START TASK MATERIAL
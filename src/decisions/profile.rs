//! Profiles: the limits the quality flags ([`crate::decisions::flags()`])
//! are judged against, read from small TOML files.
//!
//! A profile is a TOML file with a description, an optional profile it is
//! based on, a list of flags switched off, and two tables of limits:
//!
//! ```toml
//! description = "our trout raceways"
//! based_on = "cold-water-fish"      # a built-in profile; `general` if left out
//! off = ["alkalinity_low"]          # flags not raised under this profile
//!
//! [limits]
//! free_co2_high_mg_l = 12.0         # overrides the profile it is based on
//!
//! [plausibility]
//! pco2_high_uatm = 150000.0
//! ```
//!
//! Every key a file gives overrides the profile it is based on; every key
//! it leaves out keeps that profile's value. An unknown key is an error
//! naming the key and its line, and so is a value of the wrong type or
//! outside its accepted range.
//!
//! The built-in profiles are TOML files of the same form in the crate's
//! `profiles/` folder, compiled in:
//!
//! | name | for | differs from `general` |
//! |---|---|---|
//! | `general` (the default) | ponds, lakes and tanks, no one species in mind | |
//! | `cold-water-fish` | trout, salmon | free CO2 above 10 mg/L, NH3 above 0.010 mg/L as N |
//! | `shellfish-hatchery` | bivalve larvae | aragonite Ω below 1.5 |
//!
//! Each limit is common practice (and marked so in the files, with its
//! source where there is one); limits depend on the species, its life stage
//! and the exposure.
//!
//! ```
//! use travertine::decisions::Profile;
//! let general = Profile::default();
//! assert_eq!(general.name(), "general");
//! assert_eq!(general.limits.free_co2_high_mg_l, Some(20.0));
//! let trout = Profile::built_in("cold-water-fish")?;
//! assert_eq!(trout.limits.free_co2_high_mg_l, Some(10.0));
//! assert_eq!(trout.limits.ph_low_nbs, Some(6.5)); // from `general`
//! let mine = Profile::from_toml("[limits]\nfree_co2_high_mg_l = 15\n", "mine.toml")?;
//! assert_eq!(mine.limits.free_co2_high_mg_l, Some(15.0));
//! assert_eq!(mine.limits.nh3_high_mg_l_n, Some(0.05)); // from `general`
//! # Ok::<(), travertine::Error>(())
//! ```

use crate::base::error::{Error, Result};
use serde::{Deserialize, Serialize};
use std::ops::Range;
use std::sync::OnceLock;
use toml::Spanned;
END TASK MATERIAL
Retype all the data, changing nothing.

filename src/decisions/profile.rs
//! Profiles: the limits the quality flags ([`crate::decisions::flags()`])
//! are judged against, read from small TOML files.
//!
//! A profile is a TOML file with a description, an optional profile it is
//! based on, a list of flags switched off, and two tables of limits:
//!
//! ```toml
//! description = "our trout raceways"
//! based_on = "cold-water-fish"      # a built-in profile; `general` if left out
//! off = ["alkalinity_low"]          # flags not raised under this profile
//!
//! [limits]
//! free_co2_high_mg_l = 12.0         # overrides the profile it is based on
//!
//! [plausibility]
//! pco2_high_uatm = 150000.0
//! ```
//!
//! Every key a file gives overrides the profile it is based on; every key
//! it leaves out keeps that profile's value. An unknown key is an error
//! naming the key and its line, and so is a value of the wrong type or
//! outside its accepted range.
//!
//! The built-in profiles are TOML files of the same form in the crate's
//! `profiles/` folder, compiled in:
//!
//! | name | for | differs from `general` |
//! |---|---|---|
//! | `general` (the default) | ponds, lakes and tanks, no one species in mind | |
//! | `cold-water-fish` | trout, salmon | free CO2 above 10 mg/L, NH3 above 0.010 mg/L as N |
//! | `shellfish-hatchery` | bivalve larvae | aragonite Ω below 1.5 |
//!
//! Each limit is common practice (and marked so in the files, with its
//! source where there is one); limits depend on the species, its life stage
//! and the exposure.
//!
//! ```
//! use travertine::decisions::Profile;
//! let general = Profile::default();
//! assert_eq!(general.name(), "general");
//! assert_eq!(general.limits.free_co2_high_mg_l, Some(20.0));
//! let trout = Profile::built_in("cold-water-fish")?;
//! assert_eq!(trout.limits.free_co2_high_mg_l, Some(10.0));
//! assert_eq!(trout.limits.ph_low_nbs, Some(6.5)); // from `general`
//! let mine = Profile::from_toml("[limits]\nfree_co2_high_mg_l = 15\n", "mine.toml")?;
//! assert_eq!(mine.limits.free_co2_high_mg_l, Some(15.0));
//! assert_eq!(mine.limits.nh3_high_mg_l_n, Some(0.05)); // from `general`
//! # Ok::<(), travertine::Error>(())
//! ```

use crate::base::error::{Error, Result};
use serde::{Deserialize, Serialize};
use std::ops::Range;
use std::sync::OnceLock;
use toml::Spanned;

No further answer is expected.